**REQUIRED WORK**
Set all of the entries down again precisely as they are written.

Collected data:
========

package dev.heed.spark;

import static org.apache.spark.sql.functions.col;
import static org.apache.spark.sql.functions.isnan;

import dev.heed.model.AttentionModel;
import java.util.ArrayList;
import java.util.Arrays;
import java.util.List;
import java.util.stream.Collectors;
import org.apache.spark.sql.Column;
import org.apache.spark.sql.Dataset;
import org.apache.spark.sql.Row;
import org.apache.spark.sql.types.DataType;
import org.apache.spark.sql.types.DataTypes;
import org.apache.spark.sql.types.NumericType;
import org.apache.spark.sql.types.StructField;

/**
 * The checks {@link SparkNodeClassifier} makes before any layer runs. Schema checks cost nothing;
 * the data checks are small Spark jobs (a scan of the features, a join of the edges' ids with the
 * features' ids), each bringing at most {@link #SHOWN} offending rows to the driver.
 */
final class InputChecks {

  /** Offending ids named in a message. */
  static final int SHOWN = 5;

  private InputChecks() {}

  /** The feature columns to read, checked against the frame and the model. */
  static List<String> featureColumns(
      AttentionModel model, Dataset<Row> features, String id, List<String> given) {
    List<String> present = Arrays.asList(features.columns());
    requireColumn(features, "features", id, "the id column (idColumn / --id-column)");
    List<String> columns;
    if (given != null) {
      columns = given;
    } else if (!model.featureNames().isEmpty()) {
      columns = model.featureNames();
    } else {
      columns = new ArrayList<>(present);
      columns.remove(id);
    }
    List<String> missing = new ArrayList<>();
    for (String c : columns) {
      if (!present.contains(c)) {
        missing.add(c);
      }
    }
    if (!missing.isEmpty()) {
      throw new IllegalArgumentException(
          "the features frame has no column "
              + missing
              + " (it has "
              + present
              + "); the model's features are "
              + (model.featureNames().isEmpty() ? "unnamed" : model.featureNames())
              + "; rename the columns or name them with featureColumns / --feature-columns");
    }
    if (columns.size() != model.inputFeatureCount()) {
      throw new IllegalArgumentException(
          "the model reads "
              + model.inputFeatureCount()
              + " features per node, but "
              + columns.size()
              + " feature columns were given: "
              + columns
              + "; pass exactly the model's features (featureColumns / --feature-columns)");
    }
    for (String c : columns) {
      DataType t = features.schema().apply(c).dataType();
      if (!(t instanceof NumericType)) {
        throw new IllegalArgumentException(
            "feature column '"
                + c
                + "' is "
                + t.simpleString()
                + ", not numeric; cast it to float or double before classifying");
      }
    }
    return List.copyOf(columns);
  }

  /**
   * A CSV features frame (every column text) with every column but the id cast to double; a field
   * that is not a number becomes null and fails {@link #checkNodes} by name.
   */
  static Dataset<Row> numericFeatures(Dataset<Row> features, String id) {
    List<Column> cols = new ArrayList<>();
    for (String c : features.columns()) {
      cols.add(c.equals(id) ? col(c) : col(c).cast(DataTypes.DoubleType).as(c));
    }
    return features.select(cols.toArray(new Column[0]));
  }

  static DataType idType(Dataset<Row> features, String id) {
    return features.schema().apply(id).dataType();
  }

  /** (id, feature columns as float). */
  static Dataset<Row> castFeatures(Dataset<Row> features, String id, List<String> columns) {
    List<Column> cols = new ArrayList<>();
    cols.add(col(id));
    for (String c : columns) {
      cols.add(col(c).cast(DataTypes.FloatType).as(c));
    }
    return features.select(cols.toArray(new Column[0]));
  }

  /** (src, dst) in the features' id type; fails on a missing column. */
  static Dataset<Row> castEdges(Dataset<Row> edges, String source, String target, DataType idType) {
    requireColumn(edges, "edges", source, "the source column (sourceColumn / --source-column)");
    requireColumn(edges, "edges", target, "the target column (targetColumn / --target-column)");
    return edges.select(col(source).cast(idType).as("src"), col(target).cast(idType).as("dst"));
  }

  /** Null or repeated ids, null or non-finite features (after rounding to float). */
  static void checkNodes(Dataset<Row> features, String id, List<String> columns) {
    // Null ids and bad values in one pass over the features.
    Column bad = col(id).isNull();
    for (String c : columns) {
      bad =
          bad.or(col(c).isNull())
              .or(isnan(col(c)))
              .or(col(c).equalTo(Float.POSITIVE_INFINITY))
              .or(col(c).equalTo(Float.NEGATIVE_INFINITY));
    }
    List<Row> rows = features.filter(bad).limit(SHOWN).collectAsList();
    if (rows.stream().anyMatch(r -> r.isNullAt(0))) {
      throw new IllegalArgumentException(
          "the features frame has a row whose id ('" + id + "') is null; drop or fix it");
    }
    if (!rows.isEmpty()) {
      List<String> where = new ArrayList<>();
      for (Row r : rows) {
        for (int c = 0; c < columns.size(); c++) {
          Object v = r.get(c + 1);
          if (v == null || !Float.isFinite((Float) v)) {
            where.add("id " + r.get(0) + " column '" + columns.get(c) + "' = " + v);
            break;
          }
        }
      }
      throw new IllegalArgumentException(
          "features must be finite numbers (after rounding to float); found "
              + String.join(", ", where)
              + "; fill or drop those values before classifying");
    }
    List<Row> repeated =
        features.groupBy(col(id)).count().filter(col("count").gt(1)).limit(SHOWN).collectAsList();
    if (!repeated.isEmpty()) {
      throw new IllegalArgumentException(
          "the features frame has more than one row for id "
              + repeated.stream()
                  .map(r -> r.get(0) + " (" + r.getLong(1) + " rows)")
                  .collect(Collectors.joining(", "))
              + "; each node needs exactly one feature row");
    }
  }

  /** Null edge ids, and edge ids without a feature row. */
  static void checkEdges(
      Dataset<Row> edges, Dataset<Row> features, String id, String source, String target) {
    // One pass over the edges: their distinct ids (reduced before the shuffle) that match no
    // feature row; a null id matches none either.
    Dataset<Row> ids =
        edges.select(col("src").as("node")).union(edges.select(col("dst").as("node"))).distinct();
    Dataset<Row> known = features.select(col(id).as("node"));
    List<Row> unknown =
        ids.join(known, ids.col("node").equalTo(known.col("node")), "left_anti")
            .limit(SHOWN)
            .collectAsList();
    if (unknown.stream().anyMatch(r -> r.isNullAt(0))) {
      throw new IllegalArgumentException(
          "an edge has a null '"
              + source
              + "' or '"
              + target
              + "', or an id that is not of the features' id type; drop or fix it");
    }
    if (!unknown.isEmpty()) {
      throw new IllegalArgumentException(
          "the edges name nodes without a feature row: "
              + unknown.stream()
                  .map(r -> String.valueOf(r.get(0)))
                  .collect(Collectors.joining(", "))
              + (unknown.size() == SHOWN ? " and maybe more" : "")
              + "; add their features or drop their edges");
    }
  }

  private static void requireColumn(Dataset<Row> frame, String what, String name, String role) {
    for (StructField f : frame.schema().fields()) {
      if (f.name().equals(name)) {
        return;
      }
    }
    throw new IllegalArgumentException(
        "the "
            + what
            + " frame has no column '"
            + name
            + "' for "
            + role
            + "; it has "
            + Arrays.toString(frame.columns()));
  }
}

========

**REPLY TO THE TASK**
package dev.heed.spark;

import static org.apache.spark.sql.functions.col;
import static org.apache.spark.sql.functions.isnan;

import dev.heed.model.AttentionModel;
import java.util.ArrayList;
import java.util.Arrays;
import java.util.List;
import java.util.stream.Collectors;
import org.apache.spark.sql.Column;
import org.apache.spark.sql.Dataset;
import org.apache.spark.sql.Row;
import org.apache.spark.sql.types.DataType;
import org.apache.spark.sql.types.DataTypes;
import org.apache.spark.sql.types.NumericType;
import org.apache.spark.sql.types.StructField;

/**
 * The checks {@link SparkNodeClassifier} makes before any layer runs. Schema checks cost nothing;
 * the data checks are small Spark jobs (a scan of the features, a join of the edges' ids with the
 * features' ids), each bringing at most {@link #SHOWN} offending rows to the driver.
 */
final class InputChecks {

  /** Offending ids named in a message. */
  static final int SHOWN = 5;

  private InputChecks() {}

  /** The feature columns to read, checked against the frame and the model. */
  static List<String> featureColumns(
      AttentionModel model, Dataset<Row> features, String id, List<String> given) {
    List<String> present = Arrays.asList(features.columns());
    requireColumn(features, "features", id, "the id column (idColumn / --id-column)");
    List<String> columns;
    if (given != null) {
      columns = given;
    } else if (!model.featureNames().isEmpty()) {
      columns = model.featureNames();
    } else {
      columns = new ArrayList<>(present);
      columns.remove(id);
    }
    List<String> missing = new ArrayList<>();
    for (String c : columns) {
      if (!present.contains(c)) {
        missing.add(c);
      }
    }
    if (!missing.isEmpty()) {
      throw new IllegalArgumentException(
          "the features frame has no column "
              + missing
              + " (it has "
              + present
              + "); the model's features are "
              + (model.featureNames().isEmpty() ? "unnamed" : model.featureNames())
              + "; rename the columns or name them with featureColumns / --feature-columns");
    }
    if (columns.size() != model.inputFeatureCount()) {
      throw new IllegalArgumentException(
          "the model reads "
              + model.inputFeatureCount()
              + " features per node, but "
              + columns.size()
              + " feature columns were given: "
              + columns
              + "; pass exactly the model's features (featureColumns / --feature-columns)");
    }
    for (String c : columns) {
      DataType t = features.schema().apply(c).dataType();
      if (!(t instanceof NumericType)) {
        throw new IllegalArgumentException(
            "feature column '"
                + c
                + "' is "
                + t.simpleString()
                + ", not numeric; cast it to float or double before classifying");
      }
    }
    return List.copyOf(columns);
  }

  /**
   * A CSV features frame (every column text) with every column but the id cast to double; a field
   * that is not a number becomes null and fails {@link #checkNodes} by name.
   */
  static Dataset<Row> numericFeatures(Dataset<Row> features, String id) {
    List<Column> cols = new ArrayList<>();
    for (String c : features.columns()) {
      cols.add(c.equals(id) ? col(c) : col(c).cast(DataTypes.DoubleType).as(c));
    }
    return features.select(cols.toArray(new Column[0]));
  }

  static DataType idType(Dataset<Row> features, String id) {
    return features.schema().apply(id).dataType();
  }

  /** (id, feature columns as float). */
  static Dataset<Row> castFeatures(Dataset<Row> features, String id, List<String> columns) {
    List<Column> cols = new ArrayList<>();
    cols.add(col(id));
    for (String c : columns) {
      cols.add(col(c).cast(DataTypes.FloatType).as(c));
    }
    return features.select(cols.toArray(new Column[0]));
  }

  /** (src, dst) in the features' id type; fails on a missing column. */
  static Dataset<Row> castEdges(Dataset<Row> edges, String source, String target, DataType idType) {
    requireColumn(edges, "edges", source, "the source column (sourceColumn / --source-column)");
    requireColumn(edges, "edges", target, "the target column (targetColumn / --target-column)");
    return edges.select(col(source).cast(idType).as("src"), col(target).cast(idType).as("dst"));
  }

  /** Null or repeated ids, null or non-finite features (after rounding to float). */
  static void checkNodes(Dataset<Row> features, String id, List<String> columns) {
    // Null ids and bad values in one pass over the features.
    Column bad = col(id).isNull();
    for (String c : columns) {
      bad =
          bad.or(col(c).isNull())
              .or(isnan(col(c)))
              .or(col(c).equalTo(Float.POSITIVE_INFINITY))
              .or(col(c).equalTo(Float.NEGATIVE_INFINITY));
    }
    List<Row> rows = features.filter(bad).limit(SHOWN).collectAsList();
    if (rows.stream().anyMatch(r -> r.isNullAt(0))) {
      throw new IllegalArgumentException(
          "the features frame has a row whose id ('" + id + "') is null; drop or fix it");
    }
    if (!rows.isEmpty()) {
      List<String> where = new ArrayList<>();
      for (Row r : rows) {
        for (int c = 0; c < columns.size(); c++) {
          Object v = r.get(c + 1);
          if (v == null || !Float.isFinite((Float) v)) {
            where.add("id " + r.get(0) + " column '" + columns.get(c) + "' = " + v);
            break;
          }
        }
      }
      throw new IllegalArgumentException(
          "features must be finite numbers (after rounding to float); found "
              + String.join(", ", where)
              + "; fill or drop those values before classifying");
    }
    List<Row> repeated =
        features.groupBy(col(id)).count().filter(col("count").gt(1)).limit(SHOWN).collectAsList();
    if (!repeated.isEmpty()) {
      throw new IllegalArgumentException(
          "the features frame has more than one row for id "
              + repeated.stream()
                  .map(r -> r.get(0) + " (" + r.getLong(1) + " rows)")
                  .collect(Collectors.joining(", "))
              + "; each node needs exactly one feature row");
    }
  }

  /** Null edge ids, and edge ids without a feature row. */
  static void checkEdges(
      Dataset<Row> edges, Dataset<Row> features, String id, String source, String target) {
    // One pass over the edges: their distinct ids (reduced before the shuffle) that match no
    // feature row; a null id matches none either.
    Dataset<Row> ids =
        edges.select(col("src").as("node")).union(edges.select(col("dst").as("node"))).distinct();
    Dataset<Row> known = features.select(col(id).as("node"));
    List<Row> unknown =
        ids.join(known, ids.col("node").equalTo(known.col("node")), "left_anti")
            .limit(SHOWN)
            .collectAsList();
    if (unknown.stream().anyMatch(r -> r.isNullAt(0))) {
      throw new IllegalArgumentException(
          "an edge has a null '"
              + source
              + "' or '"
              + target
              + "', or an id that is not of the features' id type; drop or fix it");
    }
    if (!unknown.isEmpty()) {
      throw new IllegalArgumentException(
          "the edges name nodes without a feature row: "
              + unknown.stream()
                  .map(r -> String.valueOf(r.get(0)))
                  .collect(Collectors.joining(", "))
              + (unknown.size() == SHOWN ? " and maybe more" : "")
              + "; add their features or drop their edges");
    }
  }

  private static void requireColumn(Dataset<Row> frame, String what, String name, String role) {
    for (StructField f : frame.schema().fields()) {
      if (f.name().equals(name)) {
        return;
      }
    }
    throw new IllegalArgumentException(
        "the "
            + what
            + " frame has no column '"
            + name
            + "' for "
            + role
            + "; it has "
            + Arrays.toString(frame.columns()));
  }
}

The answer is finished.